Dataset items
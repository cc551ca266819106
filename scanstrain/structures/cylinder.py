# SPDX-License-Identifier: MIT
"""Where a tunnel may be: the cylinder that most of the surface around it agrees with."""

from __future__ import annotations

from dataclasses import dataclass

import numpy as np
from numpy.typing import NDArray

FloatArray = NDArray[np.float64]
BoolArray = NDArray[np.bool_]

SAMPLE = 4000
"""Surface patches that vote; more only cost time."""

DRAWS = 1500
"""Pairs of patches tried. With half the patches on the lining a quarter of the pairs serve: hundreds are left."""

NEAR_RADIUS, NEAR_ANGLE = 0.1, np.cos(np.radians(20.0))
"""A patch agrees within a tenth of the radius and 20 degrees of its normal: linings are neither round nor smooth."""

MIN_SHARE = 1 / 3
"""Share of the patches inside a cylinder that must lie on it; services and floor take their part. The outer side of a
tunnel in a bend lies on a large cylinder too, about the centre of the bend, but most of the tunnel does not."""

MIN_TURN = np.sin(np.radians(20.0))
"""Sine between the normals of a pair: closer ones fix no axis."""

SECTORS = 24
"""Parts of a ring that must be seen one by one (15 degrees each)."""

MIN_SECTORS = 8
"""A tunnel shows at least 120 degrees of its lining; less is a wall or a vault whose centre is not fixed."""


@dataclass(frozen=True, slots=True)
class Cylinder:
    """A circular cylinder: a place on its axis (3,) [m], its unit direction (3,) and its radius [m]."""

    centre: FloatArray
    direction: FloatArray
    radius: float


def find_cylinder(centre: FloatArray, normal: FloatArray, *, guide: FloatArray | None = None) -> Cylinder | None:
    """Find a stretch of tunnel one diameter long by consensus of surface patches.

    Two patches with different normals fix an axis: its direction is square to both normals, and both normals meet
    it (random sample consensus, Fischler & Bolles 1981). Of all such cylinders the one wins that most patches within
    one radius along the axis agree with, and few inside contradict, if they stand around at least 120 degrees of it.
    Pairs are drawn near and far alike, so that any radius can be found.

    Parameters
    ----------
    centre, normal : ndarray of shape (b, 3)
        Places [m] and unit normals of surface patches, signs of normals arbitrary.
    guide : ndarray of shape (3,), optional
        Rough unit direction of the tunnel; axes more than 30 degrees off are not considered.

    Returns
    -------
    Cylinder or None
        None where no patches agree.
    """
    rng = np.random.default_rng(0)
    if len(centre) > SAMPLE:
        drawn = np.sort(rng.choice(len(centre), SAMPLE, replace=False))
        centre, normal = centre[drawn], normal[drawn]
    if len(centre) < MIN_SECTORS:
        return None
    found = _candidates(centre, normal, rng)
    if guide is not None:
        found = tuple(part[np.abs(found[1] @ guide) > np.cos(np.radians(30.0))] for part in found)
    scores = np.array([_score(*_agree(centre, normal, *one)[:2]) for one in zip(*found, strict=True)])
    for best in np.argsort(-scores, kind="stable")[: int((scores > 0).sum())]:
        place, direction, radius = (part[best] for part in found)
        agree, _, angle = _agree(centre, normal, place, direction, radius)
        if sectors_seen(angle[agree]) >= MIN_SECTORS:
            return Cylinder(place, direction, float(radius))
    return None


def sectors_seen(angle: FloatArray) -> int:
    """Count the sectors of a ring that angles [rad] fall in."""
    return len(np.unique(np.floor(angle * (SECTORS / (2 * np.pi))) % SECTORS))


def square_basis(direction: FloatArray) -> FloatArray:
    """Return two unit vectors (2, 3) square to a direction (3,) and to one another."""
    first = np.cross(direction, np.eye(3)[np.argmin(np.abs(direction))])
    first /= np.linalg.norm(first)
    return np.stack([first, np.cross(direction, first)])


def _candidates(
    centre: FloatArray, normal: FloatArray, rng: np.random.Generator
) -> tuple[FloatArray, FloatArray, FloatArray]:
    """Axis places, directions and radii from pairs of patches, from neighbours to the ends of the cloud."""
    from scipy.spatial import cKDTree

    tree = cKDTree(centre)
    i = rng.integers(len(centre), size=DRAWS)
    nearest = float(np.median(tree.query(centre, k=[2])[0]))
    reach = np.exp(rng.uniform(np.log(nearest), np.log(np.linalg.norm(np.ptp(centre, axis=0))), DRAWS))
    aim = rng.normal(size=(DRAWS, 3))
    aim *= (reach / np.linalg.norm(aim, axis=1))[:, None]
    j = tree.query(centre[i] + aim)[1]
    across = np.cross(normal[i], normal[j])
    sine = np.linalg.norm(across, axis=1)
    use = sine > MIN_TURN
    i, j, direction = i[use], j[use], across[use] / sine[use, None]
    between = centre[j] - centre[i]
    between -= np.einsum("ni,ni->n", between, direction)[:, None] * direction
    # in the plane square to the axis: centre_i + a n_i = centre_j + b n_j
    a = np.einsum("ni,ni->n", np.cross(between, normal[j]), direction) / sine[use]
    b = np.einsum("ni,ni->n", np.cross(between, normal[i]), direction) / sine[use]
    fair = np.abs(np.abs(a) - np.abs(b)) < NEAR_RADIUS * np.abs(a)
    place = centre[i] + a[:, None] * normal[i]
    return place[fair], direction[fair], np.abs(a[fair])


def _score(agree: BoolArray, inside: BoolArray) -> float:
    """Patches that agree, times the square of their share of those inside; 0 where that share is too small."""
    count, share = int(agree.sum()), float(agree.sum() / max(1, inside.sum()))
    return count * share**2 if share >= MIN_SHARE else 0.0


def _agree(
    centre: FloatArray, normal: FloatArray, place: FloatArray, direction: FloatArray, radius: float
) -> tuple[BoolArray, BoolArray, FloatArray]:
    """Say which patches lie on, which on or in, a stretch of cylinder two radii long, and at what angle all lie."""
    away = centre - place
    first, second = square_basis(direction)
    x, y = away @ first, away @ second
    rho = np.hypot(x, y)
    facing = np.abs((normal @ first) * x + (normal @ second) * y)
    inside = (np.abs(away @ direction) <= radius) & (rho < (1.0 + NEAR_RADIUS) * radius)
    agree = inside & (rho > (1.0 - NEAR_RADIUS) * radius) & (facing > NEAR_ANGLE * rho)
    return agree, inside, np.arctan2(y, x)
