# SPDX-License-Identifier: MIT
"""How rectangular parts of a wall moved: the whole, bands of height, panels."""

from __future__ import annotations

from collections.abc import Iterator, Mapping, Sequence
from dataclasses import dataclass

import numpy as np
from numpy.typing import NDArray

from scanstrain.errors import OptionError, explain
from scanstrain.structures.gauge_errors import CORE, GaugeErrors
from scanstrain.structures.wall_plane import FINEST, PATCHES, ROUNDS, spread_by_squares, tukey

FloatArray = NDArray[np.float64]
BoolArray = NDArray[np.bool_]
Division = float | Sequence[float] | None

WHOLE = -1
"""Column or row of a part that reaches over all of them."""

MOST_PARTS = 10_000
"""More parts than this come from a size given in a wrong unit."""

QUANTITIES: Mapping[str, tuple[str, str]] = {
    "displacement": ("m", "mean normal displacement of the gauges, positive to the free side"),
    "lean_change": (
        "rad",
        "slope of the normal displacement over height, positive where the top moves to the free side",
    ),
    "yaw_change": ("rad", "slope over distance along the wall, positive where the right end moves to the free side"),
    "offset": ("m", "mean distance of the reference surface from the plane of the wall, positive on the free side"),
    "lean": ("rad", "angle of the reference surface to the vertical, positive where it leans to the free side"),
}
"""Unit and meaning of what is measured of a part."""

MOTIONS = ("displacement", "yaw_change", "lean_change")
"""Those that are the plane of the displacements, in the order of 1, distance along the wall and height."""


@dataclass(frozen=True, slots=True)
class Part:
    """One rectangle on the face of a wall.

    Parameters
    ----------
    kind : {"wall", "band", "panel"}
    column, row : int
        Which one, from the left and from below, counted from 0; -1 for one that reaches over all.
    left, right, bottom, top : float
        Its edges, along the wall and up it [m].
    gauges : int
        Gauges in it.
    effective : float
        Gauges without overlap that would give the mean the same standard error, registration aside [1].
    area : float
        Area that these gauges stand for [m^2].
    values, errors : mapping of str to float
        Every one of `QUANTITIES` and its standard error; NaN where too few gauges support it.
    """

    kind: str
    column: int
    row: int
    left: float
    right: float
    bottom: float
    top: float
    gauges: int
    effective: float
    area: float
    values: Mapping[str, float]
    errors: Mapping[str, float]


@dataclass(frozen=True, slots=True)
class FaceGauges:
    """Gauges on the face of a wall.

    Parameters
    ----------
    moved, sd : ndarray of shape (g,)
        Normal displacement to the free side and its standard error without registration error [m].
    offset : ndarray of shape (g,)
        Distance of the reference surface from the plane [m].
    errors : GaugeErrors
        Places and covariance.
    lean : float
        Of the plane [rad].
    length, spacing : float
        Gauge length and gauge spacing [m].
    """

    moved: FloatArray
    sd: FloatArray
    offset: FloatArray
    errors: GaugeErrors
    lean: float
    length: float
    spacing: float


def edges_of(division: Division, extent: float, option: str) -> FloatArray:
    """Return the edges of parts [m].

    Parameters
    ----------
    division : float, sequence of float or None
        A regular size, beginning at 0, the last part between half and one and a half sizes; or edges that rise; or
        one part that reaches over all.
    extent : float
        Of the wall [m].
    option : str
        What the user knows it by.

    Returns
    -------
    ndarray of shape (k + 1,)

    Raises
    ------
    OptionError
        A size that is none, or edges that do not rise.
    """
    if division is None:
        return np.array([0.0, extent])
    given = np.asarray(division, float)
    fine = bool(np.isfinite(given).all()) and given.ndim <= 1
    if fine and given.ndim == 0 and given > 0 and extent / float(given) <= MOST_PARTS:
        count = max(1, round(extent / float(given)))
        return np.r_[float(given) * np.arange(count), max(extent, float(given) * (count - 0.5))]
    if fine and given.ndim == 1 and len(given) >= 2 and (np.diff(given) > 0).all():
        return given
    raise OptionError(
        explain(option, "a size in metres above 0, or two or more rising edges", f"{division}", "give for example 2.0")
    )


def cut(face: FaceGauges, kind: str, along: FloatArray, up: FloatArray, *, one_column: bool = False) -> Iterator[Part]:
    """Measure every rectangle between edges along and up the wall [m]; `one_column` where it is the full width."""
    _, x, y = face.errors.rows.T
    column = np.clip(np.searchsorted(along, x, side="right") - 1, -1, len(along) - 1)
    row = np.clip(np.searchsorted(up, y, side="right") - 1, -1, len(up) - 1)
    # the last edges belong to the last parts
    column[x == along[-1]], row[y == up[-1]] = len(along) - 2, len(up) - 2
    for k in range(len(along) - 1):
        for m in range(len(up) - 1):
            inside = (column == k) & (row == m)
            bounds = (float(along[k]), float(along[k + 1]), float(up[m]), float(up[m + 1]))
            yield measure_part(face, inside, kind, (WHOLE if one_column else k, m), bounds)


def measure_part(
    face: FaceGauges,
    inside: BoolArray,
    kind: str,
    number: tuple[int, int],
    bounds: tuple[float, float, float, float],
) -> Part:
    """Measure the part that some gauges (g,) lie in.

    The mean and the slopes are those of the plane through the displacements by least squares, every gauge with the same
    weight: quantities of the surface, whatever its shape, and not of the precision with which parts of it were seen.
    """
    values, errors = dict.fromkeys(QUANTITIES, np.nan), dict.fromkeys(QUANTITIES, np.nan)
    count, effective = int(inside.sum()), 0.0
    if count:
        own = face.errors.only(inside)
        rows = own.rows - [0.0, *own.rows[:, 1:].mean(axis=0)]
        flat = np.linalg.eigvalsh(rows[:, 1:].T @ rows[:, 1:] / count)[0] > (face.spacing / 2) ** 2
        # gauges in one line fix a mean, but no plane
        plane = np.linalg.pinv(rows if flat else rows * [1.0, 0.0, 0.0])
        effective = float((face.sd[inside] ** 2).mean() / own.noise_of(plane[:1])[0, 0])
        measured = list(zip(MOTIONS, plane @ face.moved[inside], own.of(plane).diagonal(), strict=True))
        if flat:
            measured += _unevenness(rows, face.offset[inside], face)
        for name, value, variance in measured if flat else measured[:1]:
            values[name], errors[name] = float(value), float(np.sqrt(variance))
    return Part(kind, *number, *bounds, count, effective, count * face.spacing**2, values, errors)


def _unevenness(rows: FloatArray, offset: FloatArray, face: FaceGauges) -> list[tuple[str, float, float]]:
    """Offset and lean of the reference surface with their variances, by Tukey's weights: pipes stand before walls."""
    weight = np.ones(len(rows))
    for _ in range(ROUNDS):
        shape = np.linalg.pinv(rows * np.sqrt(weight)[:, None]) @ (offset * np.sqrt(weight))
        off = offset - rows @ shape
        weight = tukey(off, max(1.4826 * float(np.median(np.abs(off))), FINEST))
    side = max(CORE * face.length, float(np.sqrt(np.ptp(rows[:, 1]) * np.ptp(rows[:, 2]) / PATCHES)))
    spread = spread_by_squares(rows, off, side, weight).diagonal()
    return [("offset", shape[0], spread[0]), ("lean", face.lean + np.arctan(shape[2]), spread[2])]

:: EXERCISE GOAL ::
Nothing should appear in the answer except the lines from the one containing "weight = tukey(off, max(1.4826" to the end of the data above, reproduced exactly.

:: ANSWER TO THIS TASK ::
        weight = tukey(off, max(1.4826 * float(np.median(np.abs(off))), FINEST))
    side = max(CORE * face.length, float(np.sqrt(np.ptp(rows[:, 1]) * np.ptp(rows[:, 2]) / PATCHES)))
    spread = spread_by_squares(rows, off, side, weight).diagonal()
    return [("offset", shape[0], spread[0]), ("lean", face.lean + np.arctan(shape[2]), spread[2])]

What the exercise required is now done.